• _Task requirements_: Find the string "whose" in the material. Copy every line that has it.

• _Given data_:
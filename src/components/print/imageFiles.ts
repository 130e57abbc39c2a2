/**
 * Handing images to a tape printer's phone app: the images route answers one PNG or a ZIP of them;
 * a phone's share sheet takes the PNGs themselves, so the ZIP is opened here (its entries inflated
 * with the browser's own DecompressionStream) and every PNG offered as a file, in print order.
 */

/** ZIP record signatures and offsets. // PKWARE APPNOTE.TXT 4.3.7, 4.3.12, 4.3.16 */
const EOCD = 0x06054b50;
const CENTRAL = 0x02014b50;

async function inflateRaw(bytes: Uint8Array): Promise<Uint8Array> {
  const stream = new Blob([bytes as BlobPart]).stream().pipeThrough(new DecompressionStream('deflate-raw'));
  return new Uint8Array(await new Response(stream).arrayBuffer());
}

/** The PNG entries of a ZIP as files, in the order the archive lists them (the print order). */
export async function pngsInZip(zip: Blob): Promise<File[]> {
  const bytes = new Uint8Array(await zip.arrayBuffer());
  const view = new DataView(bytes.buffer);
  let eocd = bytes.length - 22;
  while (eocd >= 0 && view.getUint32(eocd, true) !== EOCD) eocd--;
  if (eocd < 0) throw new Error('The images could not be opened');
  const count = view.getUint16(eocd + 10, true);
  let at = view.getUint32(eocd + 16, true);
  const files: File[] = [];
  for (let i = 0; i < count; i++) {
    if (view.getUint32(at, true) !== CENTRAL) throw new Error('The images could not be opened');
    const method = view.getUint16(at + 10, true);
    const size = view.getUint32(at + 20, true);
    const nameLength = view.getUint16(at + 28, true);
    const skip = nameLength + view.getUint16(at + 30, true) + view.getUint16(at + 32, true);
    const local = view.getUint32(at + 42, true);
    const name = new TextDecoder().decode(bytes.subarray(at + 46, at + 46 + nameLength));
    const start = local + 30 + view.getUint16(local + 26, true) + view.getUint16(local + 28, true);
    const raw = bytes.subarray(start, start + size);
    const data = method === 8 ? await inflateRaw(raw) : raw; // 8 = deflate, 0 = stored
    if (name.endsWith('.png')) files.push(new File([data as BlobPart], name, { type: 'image/png' }));
    at += 46 + skip;
  }
  return files;
}

/** Whether this browser can share these files (the caller offers it on a phone only; a laptop downloads). */
export function canShareToApp(files: File[]): boolean {
  return typeof navigator.canShare === 'function' && navigator.canShare({ files });
}

/**
 * Offers the images to the phone's share sheet (the printer's app is one of its targets). False when
 * this browser cannot, so the caller downloads; a share the user cancels is not a failure.
 */
export async function shareToApp(files: File[], title: string): Promise<boolean> {
  if (!canShareToApp(files)) return false;
  try {
    await navigator.share({ files, title });
  } catch (err) {
    if (!(err instanceof DOMException && err.name === 'AbortError')) throw err;
  }
  return true;
}
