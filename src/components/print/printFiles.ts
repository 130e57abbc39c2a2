/** Opening the browser's print dialog on a fetched PDF (saving one is `saveBlob` in useFileTransfer). */

/**
 * Opens the print dialog on a PDF through a hidden frame; where the browser will not print a
 * framed PDF, the PDF opens in a new tab to print from there.
 */
export function printBlob(blob: Blob): void {
  const url = URL.createObjectURL(blob);
  const frame = document.createElement('iframe');
  frame.style.cssText = 'position:fixed;right:0;bottom:0;width:1px;height:1px;border:0;opacity:0';
  frame.title = 'PDF to print';
  frame.src = url;
  frame.addEventListener('load', () => {
    try {
      frame.contentWindow?.focus();
      frame.contentWindow?.print();
    } catch {
      window.open(url, '_blank', 'noopener');
    }
  });
  document.body.append(frame);
  setTimeout(() => {
    frame.remove();
    URL.revokeObjectURL(url);
  }, 10 * 60_000);
}
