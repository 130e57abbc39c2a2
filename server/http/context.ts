/** What a request carries once the session is read: the signed-in member, if any. */
import type { Role } from '../../shared/schemas/auth.js';

export interface CurrentUser {
  id: number;
  email: string;
  name: string;
  role: Role;
  organisationId: number;
  organisationName: string;
}

declare module 'express-session' {
  interface SessionData {
    userId?: number;
  }
}

declare global {
  // eslint-disable-next-line @typescript-eslint/no-namespace
  namespace Express {
    interface Request {
      user?: CurrentUser;
    }
  }
}
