/**
 * Compression of dynamic responses (the JSON API, CSV, error bodies). Built client files are
 * compressed once at build time instead (see `static.ts`); this only covers what is made per request.
 */
import compression from 'compression';
import type { Request, RequestHandler, Response } from 'express';

/** Bodies smaller than this (bytes) go out as they are: below about one packet, encoding saves no round trip. */
export const COMPRESSION_THRESHOLD = 1024;

/** Types whose bytes are packed already (PDF streams, archives, raw files): encoding them again only costs time. */
const PACKED_TYPES = new Set(['application/pdf', 'application/zip', 'application/gzip', 'application/octet-stream']);
/** Top-level media types whose formats are packed already (pictures, fonts, sound, film); SVG is text and is compressed. */
const PACKED_MEDIA = /^(?:image|font|audio|video)\//;

function alreadyPacked(contentType: string): boolean {
  const type = contentType.split(';')[0]!.trim().toLowerCase();
  return PACKED_TYPES.has(type) || (type !== 'image/svg+xml' && PACKED_MEDIA.test(type));
}

function shouldCompress(req: Request, res: Response): boolean {
  if (alreadyPacked(String(res.getHeader('Content-Type') ?? ''))) return false;
  return compression.filter(req, res);
}

/**
 * Brotli (quality 4, the package's default for per-request work) to clients that accept it, else
 * gzip. Whole-buffer sends and streamed writes both pass through; `res.flush()` is there for a
 * response that must reach the client part by part.
 */
export function dynamicCompression(): RequestHandler {
  return compression({ threshold: COMPRESSION_THRESHOLD, filter: shouldCompress });
}

export type ContentCoding = 'br' | 'gzip' | 'identity';

/**
 * The coding to send a client, from its Accept-Encoding: brotli if it takes it, else gzip, else none.
 * The server's order wins over the client's (browsers list gzip first but all decode brotli, which is smaller);
 * a coding with `q=0` is refused, and `*` stands for any coding not named.
 */
export function preferredCoding(acceptEncoding: string | undefined): ContentCoding {
  if (!acceptEncoding) return 'identity';
  const q = new Map<string, number>();
  for (const part of acceptEncoding.split(',')) {
    const [name, ...params] = part.trim().toLowerCase().split(';');
    if (!name) continue;
    const qParam = params.map((p) => p.trim()).find((p) => p.startsWith('q='));
    const value = qParam ? Number(qParam.slice(2)) : 1;
    q.set(name, Number.isFinite(value) ? value : 0);
  }
  const accepts = (coding: string) => (q.get(coding) ?? q.get('*') ?? 0) > 0;
  if (accepts('br')) return 'br';
  if (accepts('gzip')) return 'gzip';
  return 'identity';
}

• _Response box_:
/** Types whose bytes are packed already (PDF streams, archives, raw files): encoding them again only costs time. */
/** Top-level media types whose formats are packed already (pictures, fonts, sound, film); SVG is text and is compressed. */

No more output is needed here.